- Battle of Djicoroni: Part of Mali War
| Date | February 8, 2013 |
| Location | Djicoroni, Bamako, Mali |
| Result | Green Beret victory |

Belligerents
- 33rd Parachute Commando Regiment (Red Berets): Mali Malian Armed Forces National Guard of Mali; Malian Air Force; Gendarmerie Nationale (Mali); ; ;
- Casualties and losses: 2–6+ killed 13+ injured (mostly civilians)

= Battle of Djicoroni =

2013 battle of the Mali War

On February 8, 2013, fighting broke out between the Red Berets of Mali's 33rd Parachute Commando Regiment and the Green Berets in the military camp in Djicoroni, Bamako, Mali. The Red Berets supported the regime of Amadou Toumani Touré, who was overthrown in a coup led by Amadou Sanogo and supported by the Green Berets in 2012.

== Background ==
Amadou Sanogo overthrew the administration of Malian president of Amadou Toumani Touré (ATT) in 2012 due to grievances within the army, police, and national guard over ATT's lackluster handling of the Tuareg rebellion in 2012. The Red Berets of Mali's 33rd Parachute Commando Regiment, one of the most elite military units in Mali, supporting the ousted ATT, launched a counter-coup in Kati in April 2012, but failed.
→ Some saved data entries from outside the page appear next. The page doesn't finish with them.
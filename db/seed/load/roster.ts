import { limitsPlace } from "~/features/roster/guardians.server";
import { foldText } from "~/platform/fold-text";
import {
  actionAlerts,
  athletes,
  earlierInjuries,
  guardians,
  guardianships,
  rosterEntries,
  safeguardingHolds,
} from "~db/schema";
import type { relations } from "~db/schema/codes";
import type { Athlete, Guardianship } from "../scenario/types";
import { byKey, find, groupBy, insertRows, type Loading } from "./loading";

/** Relations as the roster names them. */
const relationOf: Record<Guardianship["relation"], (typeof relations)[number]> = {
  mother: "mother",
  father: "father",
  step_parent: "parent",
  grandparent: "guardian",
  carer: "carer",
};

/** Athletes with their families, what is on file about them, and the teams they belong to over time. */
export async function loadRoster(loading: Loading) {
  const { tx, own, organisationId, id, on } = loading;
  const entriesOf = groupBy(own.roster, ({ athlete }) => athlete);
  const firstDay = own.seasons[0]?.from ?? own.today;
  const joinedOn = ({ key }: Pick<Athlete, "key">) =>
    (entriesOf.get(key) ?? []).map(({ from }) => from).sort()[0] ?? firstDay;
  await insertRows(
    tx,
    athletes,
    own.athletes.map((athlete) => ({
      organisationId,
      id: id("athlete", athlete.key),
      givenName: athlete.givenName,
      familyName: athlete.familyName,
      nameKey: foldText(`${athlete.givenName} ${athlete.familyName}`),
      number: athlete.number,
      dateOfBirth: athlete.dateOfBirth,
      sex: athlete.sex,
      dominantLeg: athlete.dominantLeg,
      visitor: athlete.visitor,
      researchConsent: athlete.researchConsent === "given",
      createdAt: on(joinedOn(athlete), "09:00"),
    })),
  );
  await insertRows(
    tx,
    rosterEntries,
    own.roster.map(({ athlete, team, from, to }) => ({
      organisationId,
      id: id("roster entry", `${athlete} ${team} ${from}`),
      athleteId: id("athlete", athlete),
      teamId: id("team", team),
      fromDay: from,
      toDay: to,
    })),
  );
  await loadFamilies(loading, firstDay);
  await loadOnFile(loading, joinedOn);
}

async function loadFamilies({ tx, own, organisationId, id, at, on, seals }: Loading, firstDay: string) {
  const stoppedAt = new Map(
    own.notices.flatMap(({ guardian, bouncedAt }) => (bouncedAt ? [[guardian, at(bouncedAt)] as const] : [])),
  );
  await insertRows(
    tx,
    guardians,
    own.guardians.map((guardian) => ({
      organisationId,
      id: id("guardian", guardian.key),
      name: `${guardian.givenName} ${guardian.familyName}`,
      email: guardian.email,
      phone: guardian.phone,
      language: guardian.language,
      wantsEmail: guardian.wantsEmail,
      emailStoppedAt: stoppedAt.get(guardian.key) ?? null,
      createdAt: on(firstDay, "09:00"),
    })),
  );
  await insertRows(
    tx,
    guardianships,
    own.guardianships.map(({ athlete, guardian, relation, legalLimit, ...link }) => {
      const [athleteId, guardianId] = [id("athlete", athlete), id("guardian", guardian)];
      const limits = legalLimit && `${legalLimit.words} Document: ${legalLimit.document}`;
      return {
        organisationId,
        athleteId,
        guardianId,
        relation: relationOf[relation],
        mayBeTold: link.mayBeTold,
        mayDecide: link.mayDecide,
        phoneOrder: link.phoneOrder,
        legalLimits: seals.seal(limitsPlace(athleteId, guardianId, 1), limits),
        limitsReviewOn: legalLimit?.reviewOn ?? null,
      };
    }),
  );
}

/** Injuries from before, action alerts and safeguarding holds. */
async function loadOnFile(loading: Loading, joinedOn: (athlete: Athlete) => string) {
  const { tx, own, organisationId, id, person, on, seals } = loading;
  const trainer = own.memberships.find(({ role }) => role === "trainer")?.person ?? "";
  const guardiansByKey = byKey(own.guardians);
  await insertRows(
    tx,
    earlierInjuries,
    own.athletes.flatMap((athlete) =>
      athlete.earlierInjuries.map(({ area, side, words, year }, index) => ({
        organisationId,
        id: id("earlier injury", `${athlete.key} ${index}`),
        athleteId: id("athlete", athlete.key),
        bodyArea: area,
        side,
        // In words, as a roster names it: they tell a torn cruciate ligament from another sprain.
        pathology: words,
        year,
        recordedBy: person(trainer),
        recordedAt: on(joinedOn(athlete), "17:00"),
      })),
    ),
  );
  await insertRows(
    tx,
    actionAlerts,
    own.athletes.flatMap((athlete) =>
      athlete.actionAlerts.map((text, index) => {
        const link = own.guardianships.find((each) => each.athlete === athlete.key && each.mayDecide);
        const guardian = link && find(guardiansByKey, link.guardian);
        return {
          organisationId,
          id: id("action alert", `${athlete.key} ${index}`),
          athleteId: id("athlete", athlete.key),
          text,
          agreedWith: guardian ? `${guardian.givenName} ${guardian.familyName}` : "the athlete",
          setBy: person(trainer),
          setAt: on(joinedOn(athlete), "17:00"),
        };
      }),
    ),
  );
  await insertRows(
    tx,
    safeguardingHolds,
    own.athletes.flatMap(({ key, safeguardingHold: hold }) => {
      if (!hold) return [];
      const row = id("safeguarding hold", key);
      const place = { table: "safeguarding_holds", column: "reason", row, version: 1 };
      return [
        {
          organisationId,
          id: row,
          athleteId: id("athlete", key),
          reason: seals.seal(place, hold.reason),
          setBy: person(hold.by),
          setAt: on(hold.from, "09:00"),
        },
      ];
    }),
  );
}
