import { count, sql } from "drizzle-orm";
import postgres from "postgres";
import { resolveMemberScope } from "~/features/accounts/scope.server";
import { rollUpMarked } from "~/features/rates/rollups/rollups.server";
import { audit } from "~/platform/audit.server";
import { type Tx, write } from "~db/client.server";
import { athletes, seasons } from "~db/schema";
import { buildScenario } from "../scenario";
import type { Role, Scenario } from "../scenario/types";
import { loadAvailability } from "./availability";
import { foundDemoOrganisation } from "./founding";
import { loadInjuries } from "./injuries";
import { find, type Loading, type OwnScenario, openLoading, scenarioOf } from "./loading";
import { loadNotices } from "./notices";
import { ensurePeople } from "./people";
import { loadPlans } from "./plans";
import { loadReports } from "./reports";
import { loadRoster } from "./roster";
import { loadSessions } from "./sessions";
import { loadSettings } from "./settings";
import { listMissing } from "./state";
import { loadWarmUps } from "./warm-ups";

/**
 * Loads the demo's organisations that are not there yet. An organisation comes in three transactions, each of which
 * happens whole or not at all and is passed over when it has happened: founded with its members (maintenance role),
 * settings (as its administrator), records (as its medical lead). So a load that was broken off goes on where it
 * stopped, and nothing is ever removed. An organisation of somebody's own under the same address is left alone.
 * @returns the addresses of the organisations that were loaded now
 */
export async function loadDemo({
  maintenanceUrl,
  today,
  onStep = () => {},
}: {
  maintenanceUrl: string;
  /** ISO day; left out: today. */
  today?: string;
  onStep?: (line: string) => void;
}): Promise<string[]> {
  const client = postgres(maintenanceUrl, { max: 1, onnotice: () => {} });
  try {
    const missing = await listMissing(client);
    if (missing.length === 0) return [];
    const scenario: Scenario = buildScenario(today === undefined ? {} : { today });
    const people = await ensurePeople(scenario.people);
    for (const { slug, founded } of missing) {
      const own = scenarioOf(scenario, slug);
      onStep(`${own.organisation.name}: ${own.athletes.length} athletes, ${own.sessions.length} sessions`);
      if (!founded) await foundDemoOrganisation(client, own, people);
      await writeAs("admin", own, people, seasons, loadSettings);
      await writeAs("lead", own, people, athletes, loadRecords);
    }
    await rollUpMarked();
    return missing.map(({ slug }) => slug);
  } finally {
    await client.end();
  }
}

async function loadRecords(loading: Loading) {
  await loadRoster(loading);
  await loadSessions(loading);
  await loadWarmUps(loading);
  await loadPlans(loading);
  await loadInjuries(loading);
  await loadReports(loading);
  await loadAvailability(loading);
  await loadNotices(loading);
}

/** One transaction in the scope of the member who holds a role; passed over when the table has rows already. */
async function writeAs(
  role: Role,
  own: OwnScenario,
  people: ReadonlyMap<string, string>,
  done: typeof seasons | typeof athletes,
  load: (loading: Loading) => Promise<void>,
) {
  const { key: slug } = own.organisation;
  const member = own.memberships.find((each) => each.role === role)?.person ?? "";
  const scope = await resolveMemberScope(find(people, member), slug);
  if (!scope) throw new Error(`The demo's ${role} is no member of ${slug}.`);
  await write(scope, async (tx: Tx) => {
    await tx.execute(sql`select pg_advisory_xact_lock(hashtextextended(${`demo ${slug}`}, 0))`);
    const [row] = await tx.select({ rows: count() }).from(done);
    if ((row?.rows ?? 0) > 0) return;
    await load(await openLoading(tx, own, people));
    await audit(tx, { action: "demo.load", fields: { today: own.today, as: role } });
  });
}
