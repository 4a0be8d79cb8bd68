import { accessSync, constants, existsSync, readdirSync, readFileSync } from "node:fs";
import { join } from "node:path";
import { run } from "../../app/platform/machine/command.mjs";
import {
  installerRights,
  installPackages,
  isRoot,
  libraryPath,
  requireDebian,
  unpackPackages,
} from "../../app/platform/machine/debian.mjs";
import { Failure, lastLine } from "../../app/platform/machine/failure.mjs";

/** PostgreSQL's server programs: found on the machine, installed from Debian, or unpacked into the checkout. */

/**
 * @typedef {object} Binaries
 * @property {string} folder holds `initdb`, `pg_ctl`, `postgres`
 * @property {number} major PostgreSQL's major version
 * @property {string} [libraries] LD_LIBRARY_PATH that the unpacked programs need
 * @property {"found" | "installed" | "unpacked"} how
 */

const OLDEST = 11;
const NEEDED = ["initdb", "pg_ctl", "postgres"];
/** Not needed to run a server: the just-in-time compiler (switched off), helpers of Debian's own cluster tools. */
const LEFT_OUT =
  /llvm|^libclang|^perl|-perl$|^libperl|-common$|^ssl-cert|^adduser|^logrotate|^sysstat|^debconf|^locales|^tzdata/;

/**
 * The server programs, got from Debian if there are none.
 *
 * HALESIDE_IGNORE_SYSTEM_POSTGRES=1 unpacks a copy although the machine has its own (that is how the unpacking
 * is tried).
 *
 * @param {object} [wish]
 * @param {number} [wish.major] the version that an existing cluster was made by
 * @returns {Promise<Binaries>}
 */
export async function ensureBinaries({ major } = {}) {
  const ignored = process.env.HALESIDE_IGNORE_SYSTEM_POSTGRES === "1";
  const found = ignored ? undefined : pick("/usr", major);
  if (found) return checked({ ...found, how: "found" });

  requireDebian("PostgreSQL");
  const rights = ignored ? undefined : await installerRights();
  if (rights) {
    await installPackages(major ? [`postgresql-${major}`] : ["postgresql"], rights);
    const installed = pick("/usr", major);
    if (installed) return checked({ ...installed, how: "installed" });
    throw new Failure(
      "PostgreSQL was installed, but its server is not under /usr/lib/postgresql.",
      "Install Debian's postgresql.",
    );
  }
  if (isRoot) {
    throw new Failure(
      "PostgreSQL refuses to run as root, and unpacked programs in this folder are closed to its own user.",
      "Unset HALESIDE_IGNORE_SYSTEM_POSTGRES, or run this as an ordinary user.",
    );
  }
  const version = major ?? (await offeredVersion());
  const folder = await unpackPackages({
    name: `postgresql-${version}`,
    packages: [`postgresql-${version}`, `postgresql-client-${version}`, "libpq5"],
    leave: LEFT_OUT,
  });
  const unpacked = pick(join(folder, "usr"), version);
  if (!unpacked)
    throw new Failure(
      `The unpacked postgresql-${version} holds no server.`,
      "Delete .haleside/debian and run it again.",
    );
  return checked({ ...unpacked, libraries: libraryPath(folder), how: "unpacked" });
}

/**
 * The newest complete set of programs below a prefix, or the set of one version.
 *
 * @param {string} prefix
 * @param {number} [major]
 */
function pick(prefix, major) {
  const base = join(prefix, "lib/postgresql");
  if (!existsSync(base)) return undefined;
  return readdirSync(base)
    .map((name) => ({ major: Number(name), folder: join(base, name, "bin") }))
    .filter((set) => set.major >= OLDEST && (major === undefined || set.major === major))
    .filter((set) => NEEDED.every((name) => isRunnable(join(set.folder, name))))
    .sort((a, b) => b.major - a.major)
    .at(0);
}

/** @param {string} file */
function isRunnable(file) {
  try {
    accessSync(file, constants.X_OK);
    return true;
  } catch {
    return false;
  }
}

/** The version that Debian's `postgresql` stands for here. */
async function offeredVersion() {
  for (const query of [
    ["show", "postgresql"],
    ["search", "--names-only", "^postgresql-[0-9]+$"],
  ]) {
    const { output } = await run("apt-cache", query);
    const versions = [...output.matchAll(/\bpostgresql-(\d+)\b/g)].map((match) => Number(match[1]));
    if (versions.length > 0) return Math.max(...versions);
  }
  return releaseVersion();
}

/** Without package lists: what each Debian release carries, as its release notes say. */
function releaseVersion() {
  /** @type {Record<string, number>} */
  const carried = { 10: 11, 11: 13, 12: 15, 13: 17 };
  const release = existsSync("/etc/os-release") ? readFileSync("/etc/os-release", "utf8") : "";
  return carried[/^VERSION_ID="?(\d+)/m.exec(release)?.[1] ?? ""] ?? 17;
}

/** @param {Binaries} binaries */
async function checked(binaries) {
  const { code, output } = await run(join(binaries.folder, "postgres"), ["--version"], {
    env: environmentOf(binaries),
  });
  if (code === 0) return binaries;
  throw new Failure(
    `PostgreSQL in ${binaries.folder} does not start: ${lastLine(output)}`,
    binaries.how === "unpacked"
      ? "Delete .haleside/debian and run it again."
      : "Install Debian's postgresql again.",
  );
}

/**
 * The environment to run the programs in: without the person's own PG* variables, in plain English.
 *
 * @param {Binaries} binaries
 * @returns {NodeJS.ProcessEnv}
 */
export function environmentOf(binaries) {
  const kept = Object.entries(process.env).filter(
    ([name]) => !name.startsWith("PG") && !name.startsWith("LC_"),
  );
  const libraries = [binaries.libraries, process.env.LD_LIBRARY_PATH].filter(Boolean).join(":");
  return {
    ...Object.fromEntries(kept),
    LC_ALL: "C",
    TZ: "UTC",
    ...(libraries ? { LD_LIBRARY_PATH: libraries } : {}),
  };
}
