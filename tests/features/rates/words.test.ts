import Papa from "papaparse";
import { describe, expect, it } from "vitest";
import {
  countedInWords,
  injuriesInWords,
  narrowingInWords,
  peopleInWords,
} from "~/features/rates/filter-words";
import { changedFilters, defaultFilters, type RatesFilters } from "~/features/rates/filters";
import { dayWords, monthsOf, monthWords } from "~/features/rates/periods";
import { computeRates } from "~/features/rates/rates";
import { textOf, writeSentence } from "~/features/rates/sentence";
import { figure, type TableData, writeTableCsv } from "~/features/rates/tables";
import { searchWith } from "~/features/rates/views";
import { rateRatio } from "~/statistics";
import { cell, counts, several } from "./view";

const narrowed = { ...defaultFilters, contact: "without", area: "knee", sport: "soccer" } as const;

describe("the words of a view", () => {
  it("name the injuries and the people it is narrowed to", () => {
    expect(injuriesInWords(defaultFilters)).toBe("injuries with time loss");
    expect(injuriesInWords(narrowed)).toBe("non-contact and indirect contact knee injuries with time loss");
    expect(
      injuriesInWords({ ...defaultFilters, injuries: "medical-attention", occurrence: "recurrent" }),
    ).toBe("re-injuries that needed attention");
    expect(countedInWords(1, narrowed)).toBe("1 non-contact or indirect contact knee injury");
    expect(countedInWords(0, { ...defaultFilters, occurrence: "recurrent" })).toBe("no re-injuries");
    expect(peopleInWords({ ...narrowed, sex: "female", age: "15-16" })).toBe(
      "girls and women aged 15 to 16 in soccer",
    );
    expect(peopleInWords(defaultFilters)).toBe("");
  });

  it("say all that is narrowed, and nothing twice", () => {
    const words = (given: Partial<RatesFilters>) => narrowingInWords({ ...defaultFilters, ...given });
    expect(words({})).toBeNull();
    expect(words({ sex: "female" })).toBe("girls and women");
    expect(words({ side: "both" })).toBe("injuries, both sides");
    expect(words({ area: "knee", side: "left" })).toBe("left knee injuries");
    expect(words({ ...narrowed, side: "unknown", age: "unknown" })).toBe(
      `${injuriesInWords(narrowed).replace(" with time loss", "")}, side not known, age not known in soccer`,
    );
    expect(words({ occurrence: "recurrent", contact: "unknown" })).toBe("re-injuries, contact not known");
  });

  it("stand in the sentence, with the interval that allows for teams", () => {
    const teams = ["a", "b", "c", "d"].map((id) => ({ id, name: id, sport: "soccer", sex: "mixed" }));
    const view = counts({
      teams,
      cells: teams.flatMap(({ id }) => [
        cell({ teamId: id, aes: 500 }),
        cell({ teamId: id, sex: "male", aes: 600 }),
      ]),
      injuries: teams.flatMap(({ id }, index) => [
        ...several(3 + index, { teamId: id }),
        ...several(2, { teamId: id, sex: "male" }),
      ]),
      sessions: [],
    });
    const held = { teamId: "a", day: "2026-10-05", kind: "training", held: 4, recorded: 4 } as const;
    const rest = { headcount: 0, estimated: 0, withoutExposure: 0, unconfirmed: 0, cancelled: 0 };
    const rates = computeRates({ ...view, sessions: [{ ...held, ...rest }] }, { ...narrowed, by: "sex" });
    const text = textOf(writeSentence(rates, { ...narrowed, by: "sex" }, "The club"));
    const ratio = rateRatio({ events: 18, exposure: 2000 }, { events: 8, exposure: 2400 });
    expect(rates.comparison?.ratio).toEqual(ratio);
    expect(rates.comparison?.robust?.estimate).toBeCloseTo(ratio.estimate, 10);
    expect(text).toMatch(
      /^Girls in soccer had 18 non-contact and indirect contact knee injuries in 2,000 exposures/,
    );
    expect(text).toMatch(/times the boys' rate \([\d.]+ to [\d.]+; allowing for teams [\d.]+ to [\d.]+\)/);
  });

  it("name months and days", () => {
    expect(monthsOf("2025-11-20", "2026-02-01")).toEqual(["2025-11", "2025-12", "2026-01", "2026-02"]);
    expect(monthsOf("2026-05-02", "2026-04-30")).toEqual([]);
    expect([monthWords("2026-09"), dayWords("2026-09-07"), dayWords("2026-09-07", true)]).toEqual([
      "Sep 2026",
      "7 Sep",
      "7 Sep 2026",
    ]);
  });
});

describe("an address", () => {
  it("keeps the filters from view to view, and drops what belongs to one table", () => {
    expect(searchWith("?season=s&area=knee&sort=-rate&group=x")).toBe("?season=s&area=knee");
    expect(searchWith("?area=knee&by=sex", { area: undefined, group: "female" })).toBe(
      "?by=sex&group=female",
    );
    expect(searchWith("")).toBe("");
    expect(changedFilters(narrowed)).toEqual([
      ["sport", "soccer"],
      ["area", "knee"],
      ["contact", "without"],
    ]);
  });
});

describe("the file of a table", () => {
  const table: TableData = {
    id: "x",
    caption: "x",
    columns: [
      { id: "group", header: "Group", kind: "text" },
      { id: "injuries", header: "Injuries", kind: "count" },
      { id: "rate", header: "Rate", kind: "figure", form: "rate", unit: "per 1000 hours" },
    ],
    rows: [
      {
        key: "a",
        cells: {
          group: "=cmd",
          injuries: 3,
          rate: figure({ estimate: 1 / 3, lower: 0, upper: Infinity, level: 0.95, method: "exact" }, true),
        },
      },
      { key: "b", cells: { group: "B", injuries: null, rate: { reason: "no hours" } } },
    ],
  };
  const text = writeTableCsv(table, {
    organisation: "Club",
    season: "2026/27",
    from: "2026-08-01",
    to: "2026-12-01",
    team: "all teams",
    filters: narrowed,
    coverage: { recorded: 9, held: 10 },
  });
  const { data } = Papa.parse<Record<string, string>>(text.replace(/^\uFEFF/, ""), {
    header: true,
    skipEmptyLines: true,
  });

  it("holds the numbers unrounded, with limits, level, method and definition in each row", () => {
    expect(data).toHaveLength(2);
    expect(data[0]).toMatchObject({
      organisation: "Club",
      case_definition: "time loss of 1 day or more",
      narrowed_to: "sport=soccer; area=knee; contact=without",
      injuries: "3",
      rate: String(1 / 3),
      rate_lower: "0",
      rate_upper: "",
      rate_level: "0.95",
      rate_method: "exact",
      rate_unit: "per 1000 hours",
      rate_unstable: "unstable",
      held_sessions: "10",
    });
    expect(data[1]).toMatchObject({ rate: "no hours", injuries: "" });
  });

  it("escapes what a spreadsheet would run", () => {
    expect(data[0]?.group).toBe("'=cmd");
  });
});
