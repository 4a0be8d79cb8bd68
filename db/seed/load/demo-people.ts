import type { Membership, Person, Scenario } from "../scenario/types";

/** Everybody's in the demo. It opens nothing but a database on this machine. */
export const demoPassword = "gorse-lantern-tide-47";

const nameOf = ({ givenName, familyName }: Person) => `${givenName} ${familyName}`;

export type DemoPerson = {
  role: Membership["role"];
  name: string;
  email: string;
  password: string;
  /** The organisation's name; of several, joined. */
  organisation: string;
};

/**
 * Whom to sign in as: one per role of the first organisation, the athletic trainer of the second, and one person who
 * works for both.
 */
export function listDemoPeople({ people, memberships, organisations }: Scenario): DemoPerson[] {
  const [club, school] = organisations;
  if (!club || !school) return [];
  const worksForBoth = (key: string) =>
    organisations.every(({ key: organisation }) =>
      memberships.some((each) => each.person === key && each.organisation === organisation),
    );
  const firstOf = (organisation: string, role: Membership["role"], both = false) =>
    memberships.find(
      (each) =>
        each.organisation === organisation && each.role === role && worksForBoth(each.person) === both,
    );
  const picked = [
    ...(["admin", "lead", "trainer", "coach"] as const).map((role) => firstOf(club.key, role)),
    firstOf(school.key, "trainer"),
    firstOf(club.key, "coach", true),
  ];
  return picked.flatMap((membership) => {
    const person = people.find(({ key }) => key === membership?.person);
    if (!membership || !person) return [];
    const names = organisations
      .filter(({ key }) =>
        memberships.some((each) => each.person === person.key && each.organisation === key),
      )
      .map(({ name }) => name);
    return [
      {
        role: membership.role,
        name: nameOf(person),
        email: person.email,
        password: demoPassword,
        organisation: names.join(" and "),
      },
    ];
  });
}
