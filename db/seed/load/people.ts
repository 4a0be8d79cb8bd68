import { inArray } from "drizzle-orm";
import { identity } from "~/features/accounts/identity.server";
import { account, user } from "~db/schema/auth";
import type { Person } from "../scenario/types";
import { demoPassword } from "./demo-people";
import { demoId } from "./ids";

const nameOf = ({ givenName, familyName }: Person) => `${givenName} ${familyName}`;

/**
 * Makes the accounts of the demo's people, who count as verified. One hash serves all: hashing is slow on purpose.
 * An address that has an account keeps it.
 * @returns person ids by their keys in the scenario
 */
export async function ensurePeople(people: readonly Person[]): Promise<Map<string, string>> {
  const { auth, db } = identity();
  const context = await auth.$context;
  const emails = people.map(({ email }) => email);
  const findKnown = async () => {
    const rows = await db
      .select({ id: user.id, email: user.email })
      .from(user)
      .where(inArray(user.email, emails));
    return new Map(rows.map(({ id, email }) => [email, id]));
  };
  const known = await findKnown();
  const missing = people.filter(({ email }) => !known.has(email));
  if (missing.length > 0) {
    const password = await context.password.hash(demoPassword);
    const rows = missing.map((person) => ({ person, id: demoId("", "person", person.key) }));
    await db.transaction(async (tx) => {
      await tx.insert(user).values(
        rows.map(({ person, id }) => ({
          id,
          name: nameOf(person),
          email: person.email,
          emailVerified: true,
        })),
      );
      await tx.insert(account).values(
        rows.map(({ person, id }) => ({
          id: demoId("", "account", person.key),
          userId: id,
          accountId: id,
          providerId: "credential",
          password,
        })),
      );
    });
  }
  const ids = missing.length > 0 ? await findKnown() : known;
  return new Map(people.flatMap(({ key, email }) => [[key, ids.get(email) ?? ""] as const]));
}
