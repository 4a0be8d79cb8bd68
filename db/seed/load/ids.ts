import { createHash } from "node:crypto";

/**
 * The id of a demo record: the same for the same organisation, kind and key each time the demo is loaded, so that
 * addresses in the README stay valid. A name-based UUID of version 8 (RFC 9562) over SHA-256.
 */
export function demoId(organisation: string, kind: string, key: string): string {
  const bytes = createHash("sha256")
    .update(JSON.stringify(["haleside demo", organisation, kind, key]))
    .digest()
    .subarray(0, 16);
  bytes.writeUInt8((bytes.readUInt8(6) & 0x0f) | 0x80, 6);
  bytes.writeUInt8((bytes.readUInt8(8) & 0x3f) | 0x80, 8);
  const hex = bytes.toString("hex");
  return [hex.slice(0, 8), hex.slice(8, 12), hex.slice(12, 16), hex.slice(16, 20), hex.slice(20)].join("-");
}
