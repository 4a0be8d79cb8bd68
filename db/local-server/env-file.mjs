import { existsSync, readFileSync, renameSync, writeFileSync } from "node:fs";

/**
 * The `.env` file. One marked part is made by the commands; every other line is the person's own, is kept, and
 * wins over the made part.
 */

const BEGIN =
  "# --- Made for the local database. Delete these lines and they are made again from the copy beside it. ---";
const END = "# --- End of the made part. Lines of your own, here or above, win over it. ---";

/**
 * @param {string} file
 * @returns {{ own: Record<string, string>, made: Record<string, string>, ownText: string }}
 */
export function readEnvFile(file) {
  const text = existsSync(file) ? readFileSync(file, "utf8") : "";
  const begin = text.indexOf(BEGIN);
  const end = text.indexOf(END);
  if (begin === -1 || end < begin) return { own: parse(text), made: {}, ownText: text };
  const ownText = text.slice(0, begin) + text.slice(end + END.length).replace(/^\n/, "");
  return { own: parse(ownText), made: parse(text.slice(begin, end)), ownText };
}

/**
 * Write the made part anew, keeping the person's own lines. Nothing is written when nothing changes.
 *
 * @param {string} file
 * @param {Record<string, string>} made
 */
export function writeEnvFile(file, made) {
  const { ownText } = readEnvFile(file);
  const lines = Object.entries(made).map(([name, value]) => `${name}=${value}`);
  const own = ownText.trim() === "" ? "" : `${ownText.trimEnd()}\n\n`;
  const text = `${own}${[BEGIN, ...lines, END].join("\n")}\n`;
  if (existsSync(file) && readFileSync(file, "utf8") === text) return;
  writeFileSync(`${file}.new`, text, { mode: 0o600 });
  renameSync(`${file}.new`, file);
}

/**
 * `NAME=value` lines; `#` begins a comment line; quotes around a value are taken off.
 *
 * @param {string} text
 * @returns {Record<string, string>}
 */
function parse(text) {
  /** @type {Record<string, string>} */
  const values = {};
  for (const line of text.split("\n")) {
    const match = /^\s*(?:export\s+)?([A-Za-z_]\w*)\s*=\s*(.*?)\s*$/.exec(line);
    if (!match?.[1] || match[2] === undefined) continue;
    const quoted = /^(["'])(.*)\1$/.exec(match[2]);
    values[match[1]] = quoted?.[2] ?? match[2];
  }
  return values;
}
On January 30, 2013, twenty-nine prisoners from the counter-coup attempt, including twenty-six soldiers and three civilians, were released from Malian detention. One of those released was Malamine Konaré, son of former Malian president Alpha Oumar Konaré. Twenty putschists remained imprisoned however, with their families organizing a protest at the Malian military camp in Djicoroni on January 31 to free them. Remaining red berets sent a message to president Dioncounda Traoré, requesting authorization to be sent to northern Mali to fight the jihadist insurgency.

On Malian national television, General Tahirou Dembélé stated that the Red Berets will be sent north to fight the Islamists alongside French forces, although in different units. Red Berets who did not oblige would be disbanded from the regiment. 417 men joined the front alongside the French, but 800 remained in Bamako out of protest.

== Battle ==
Clashes broke out at the Djicoroni military camp on February 8, where the Red Berets lived with their families. Both Red Berets and Green Berets blamed the other for instigating the clashes. The Malian Ministry of Defense stated that the Red Berets were revolting due to the "disciplinary measures" against them, while the Red Berets stated Green Berets planned and conducted the attack in defense of Sanogo.

A doctor living in the camp stated that troops of the Malian National Guard and national police invaded the camp around 5am. He stated that the Green Berets and allies "fired warning shots into the camp. Then, an 18-year-old was shot and killed. There were five women and around ten children injured by bullets." Women and children blocked the entrance to the camp by the Green Berets and allies, after they claimed they needed "to secure it." As tensions increased, one protestor stated that the Green Berets would enter the camp "over our dead bodies." This sparked clashes as the women and children picked up sticks and stones, and the Green Berets shot at them. Elements of the National Guard, Gendarmerie, the Malian Air Force, and Green Berets took part in the attack, using BRDM-2's.

Another source reported that shots first broke out in the camp around 7am, and the clashes continued until midday. A local resident testified that Green Berets arrived and surrounded the camp. Women and children were chased out of the camp, following Green Berets. Police present at the scene did not shoot, and just ran off. Further reinforcements arrived at the camp around 7am, sparking the battle.

== Aftermath ==
The first assessment detailed by a Malian official stated that one person was killed and six were wounded. Both sides had injuries, but the dead soldier was a Red Beret. A civilian nearby stated that three people were killed, a boy and two women. Five women were injured in the crossfire as well. A Malian government press release later stated that two teenagers were killed and thirteen were injured. The Red Berets stated that six people were killed, including two women and four teenagers. Another Malian military official stated that three soldiers were killed between both sides.

President Dioncounda Traoré urged calm between the two sides, and a French mission that arrived in Bamako that same day stated the "army was in a state of despair." Malian junta officials arrested various Red Berets, with General Yamoussa Camara siding with Sanogo on a military crackdown on the Red Berets, labeling them as deserters. Prime Minister Django Sissoko led political negotiations with the Red Berets in the days after the battle. Sissoko on February 15 stated that the Red Berets would no longer be disbanded, and instead "restructured".